Advertisement

BlackBerry’s parent sees profit beating expectations

Share

This article was originally on a blog post platform and may be missing photos, graphics or links. See About archive blog posts.

To sustain the stock market’s turnaround, investors may need to see more forecasts like the one that BlackBerry maker Research in Motion Inc. gave Thursday.

After regular trading ended, the company reported higher-than-expected fiscal fourth-quarter results and -- more important -- said results in the current quarter also would beat analysts’ forecasts.

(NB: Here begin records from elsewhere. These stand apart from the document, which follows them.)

impl ArchiveWriter {
    /// Create a new archive at `path` (never an existing file), its start time `start_us`.
    pub fn create(path: &Path, start_us: u64) -> io::Result<Self> {
        let file = OpenOptions::new().write(true).create_new(true).open(path)?;
        Self::start(file, path.to_path_buf(), start_us)
    }

    /// Create the archive of a session started at `start_us` in `dir` under the first free
    /// name of [`session_file_name`]: two sessions started in the same second get two
    /// files (the name is claimed with create-new, so even concurrent processes never
    /// share one).
    pub fn create_in(dir: &Path, start_us: u64) -> io::Result<Self> {
        for n in 1..=10_000u32 {
            let path = dir.join(session_file_name(start_us, n));
            match OpenOptions::new().write(true).create_new(true).open(&path) {
                Ok(file) => return Self::start(file, path, start_us),
                Err(e) if e.kind() == io::ErrorKind::AlreadyExists => continue,
                Err(e) => return Err(e),
            }
        }
        Err(io::Error::new(
            io::ErrorKind::AlreadyExists,
            format!(
                "{}: 10000 sessions of the same second already there",
                dir.display()
            ),
        ))
    }

    fn start(mut file: File, path: PathBuf, start_us: u64) -> io::Result<Self> {
        let mut h = Vec::with_capacity(FILE_HEADER_BYTES);
        h.extend_from_slice(&FILE_MAGIC);
        h.extend_from_slice(&FORMAT_VERSION.to_le_bytes());
        h.extend_from_slice(&0u16.to_le_bytes());
        h.extend_from_slice(&start_us.to_le_bytes());
        let crc = crc32(&h);
        h.extend_from_slice(&crc.to_le_bytes());
        file.write_all(&h)?;
        file.flush()?;
        Ok(ArchiveWriter {
            file,
            path,
            bytes: FILE_HEADER_BYTES as u64,
            start_us,
        })
    }

    /// The archive's path.
    pub fn path(&self) -> &Path {
        &self.path
    }

    /// Bytes in the file so far.
    pub fn len(&self) -> u64 {
        self.bytes
    }

    /// True if no chunk was written yet.
    pub fn is_empty(&self) -> bool {
        self.bytes <= FILE_HEADER_BYTES as u64
    }

    /// Append raw bytes received on `port` at `host_time_us`.
    pub fn append(&mut self, port: u16, host_time_us: u64, bytes: &[u8]) -> io::Result<()> {
        for part in bytes.chunks(MAX_PAYLOAD) {
            self.write_chunk(port, host_time_us, ChunkKind::Bytes, part)?;
        }
        Ok(())
    }

    /// Record that `port` was lost at `host_time_us`.
    pub fn gap(&mut self, port: u16, host_time_us: u64) -> io::Result<()> {
        self.write_chunk(port, host_time_us, ChunkKind::Gap, &[])
    }

    /// Record that `port` (named `name`) was opened at `host_time_us`.
    pub fn opened(&mut self, port: u16, host_time_us: u64, name: &str) -> io::Result<()> {
        let name = name.as_bytes();
        let name = &name[..name.len().min(MAX_PAYLOAD)];
        self.write_chunk(port, host_time_us, ChunkKind::Opened, name)
    }

    /// Record bytes the host wrote to `port` at `host_time_us`.
    pub fn sent(&mut self, port: u16, host_time_us: u64, bytes: &[u8]) -> io::Result<()> {
        for part in bytes.chunks(MAX_PAYLOAD) {
            self.write_chunk(port, host_time_us, ChunkKind::Sent, part)?;
        }
        Ok(())
    }

    /// Record the session's layout text at `host_time_us` (cut at the largest payload).
    pub fn layout(&mut self, host_time_us: u64, text: &str) -> io::Result<()> {
        let b = text.as_bytes();
        self.write_chunk(
            0,
            host_time_us,
            ChunkKind::Layout,
            &b[..b.len().min(MAX_PAYLOAD)],
        )
    }

    /// Record a mark made at `host_time_us` for the device on `port`; `payload` is
    /// [`crate::shared::marks::to_payload`]'s (at most a few hundred bytes).
    pub fn mark(&mut self, port: u16, host_time_us: u64, payload: &[u8]) -> io::Result<()> {
        let p = &payload[..payload.len().min(MAX_PAYLOAD)];
        self.write_chunk(port, host_time_us, ChunkKind::Mark, p)
    }

    fn write_chunk(
        &mut self,
        port: u16,
        t: u64,
        kind: ChunkKind,
        payload: &[u8],
    ) -> io::Result<()> {
        let port = u8::try_from(port)
            .ok()
            .filter(|&p| (p as usize) < MAX_PORTS)
            .ok_or_else(|| {
                io::Error::new(
                    io::ErrorKind::InvalidInput,
                    format!("port {port}: an archive holds ports 0 to {}", MAX_PORTS - 1),
                )
            })?;
        let mut buf = Vec::with_capacity(payload.len() + 24);
        buf.extend_from_slice(&SYNC);
        buf.push(kind.code());
        buf.push(port);
        put_varint(&mut buf, t.saturating_sub(self.start_us));
        put_varint(&mut buf, payload.len() as u64);
        buf.extend_from_slice(payload);
        let crc = crc32(&buf[SYNC.len()..]);
        buf.extend_from_slice(&crc.to_le_bytes());
        self.file.write_all(&buf)?;
        self.file.flush()?;
        self.bytes += buf.len() as u64;
        Ok(())
    }

    /// Flush to the disk (fsync), for a clean close.
    pub fn sync(&mut self) -> io::Result<()> {
        self.file.sync_data()
    }
}
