func newBar(w io.Writer, set search.Settings) *bar {
	if w == nil {
		return &bar{}
	}
	if !isTerminal(w) {
		return &bar{plain: newPlainLog(w, set, time.Now)}
	}
	max := set.MaxEvaluations
	if max <= 0 {
		max = -1
	}
	pb := progressbar.NewOptions64(max,
		progressbar.OptionSetWriter(w),
		progressbar.OptionSetWidth(24),
		progressbar.OptionShowCount(),
		progressbar.OptionSetPredictTime(true),
		progressbar.OptionShowElapsedTimeOnFinish(),
		progressbar.OptionThrottle(200*time.Millisecond),
		progressbar.OptionSetDescription("evaluating"),
		progressbar.OptionOnCompletion(func() { fmt.Fprintln(w) }),
	)
	return &bar{pb: pb, start: time.Now(), first: evaluationsBefore(set)}
}

func (b *bar) update(p search.Progress) {
	if b.plain != nil {
		b.plain.update(p)
		return
	}
	if b.pb == nil {
		return
	}
	rate := sessionRate(p.Evaluations, b.first, b.start, time.Now())
	b.pb.Describe(fmt.Sprintf("gen %d, %.0f evals/s, feasible %d, front %d, HV %.4g", p.Generation, rate, p.Feasible, p.ArchiveSize, finiteOr0(p.Hypervolume)))
	b.pb.Set64(p.Evaluations)
}

func (b *bar) finish() {
	if b.plain != nil {
		b.plain.finish()
	}
	if b.pb != nil {
		b.pb.Finish()
	}
}

func finiteOr0(x float64) float64 {
	if math.IsNaN(x) || math.IsInf(x, 0) {
		return 0
	}
	return x
}

// Exists reports whether a path exists.
func Exists(path string) bool {
	_, err := os.Stat(path)
	return err == nil
}

// renamedConstraints maps constraint columns of older plica versions to
// the column that replaced them and why their margins cannot be carried
// over.
var renamedConstraints = map[string]struct{ now, why string }{
	"g_task_coverage": {"g_task_miss", "the task constraint is now the miss distance in mm, no longer the covered fraction, so the saved margins mean something else"},
}

// sameConstraints refuses to resume a run whose constraint columns
// (run.json) differ from those this plica makes of its problem: the
// checkpoint's margins would be read as other constraints. Run folders
// written before run.json listed constraints are let through (the
// evaluations.csv header check catches them).
func sameConstraints(f *Folder, old *RunInfo, spec *problems.Spec) error {
	now := NewColumns(spec).Constraints
	if len(old.Constraints) == 0 || slices.Equal(old.Constraints, now) {
		return nil
	}
	for _, c := range old.Constraints {
		if r, ok := renamedConstraints[c]; ok && slices.Contains(now, r.now) {
			return inputErrorf("%s: cannot resume: the run was made by an older plica with constraint %s, which is now %s (%s); start a new search from its problem: plica search %s -o NEW_RUN",
				f.Dir, c, r.now, r.why, f.Path(ProblemFile))
		}
	}
	return inputErrorf("%s: cannot resume: the run's constraints (%s) differ from those of its problem.toml as this plica reads it (%s); start a new search from its problem: plica search %s -o NEW_RUN",
		f.Dir, strings.Join(old.Constraints, ", "), strings.Join(now, ", "), f.Path(ProblemFile))
}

RIM estimated that earnings this quarter would be in the range of 88 cents to 97 cents a share. Analysts’ mean estimate had been 82 cents, according to Bloomberg News data.

Advertisement

The company issued its results and forecast after markets closed. RIM shares, which rose $3.47 to $49.09 in regular trading, shot up to $60 in after-hours trading.

The bear market has left the stock trading for about one-third its all-time high of $147 in June 2008.

Investors had worried in recent months that RIM would sacrifice earnings to gain market share in a tougher economy. But the company said it expected its gross profit margin to widen this quarter from the previous quarter.

RIM had 25 million BlackBerry subscribers at the end of the fourth quarter, a net gain of 3.9 million from the previous period.

From Bloomberg News:

RIM introduced the touch-screen Storm and less expensive models like the Pearl Flip last year to broaden the BlackBerry’s appeal beyond corporate customers, who account for more than half of subscribers. Luring consumers has become increasingly important after financial services companies have cut 287,000 jobs globally. Demand for BlackBerry phones including the Storm and the latest version of the Curve is ‘resilient,’ based on retail store checks in February and March, said Mike Abramsky, an analyst at RBC Capital Markets in Toronto. The Bold model, RIM’s most-expensive device, remains popular with business users, he said.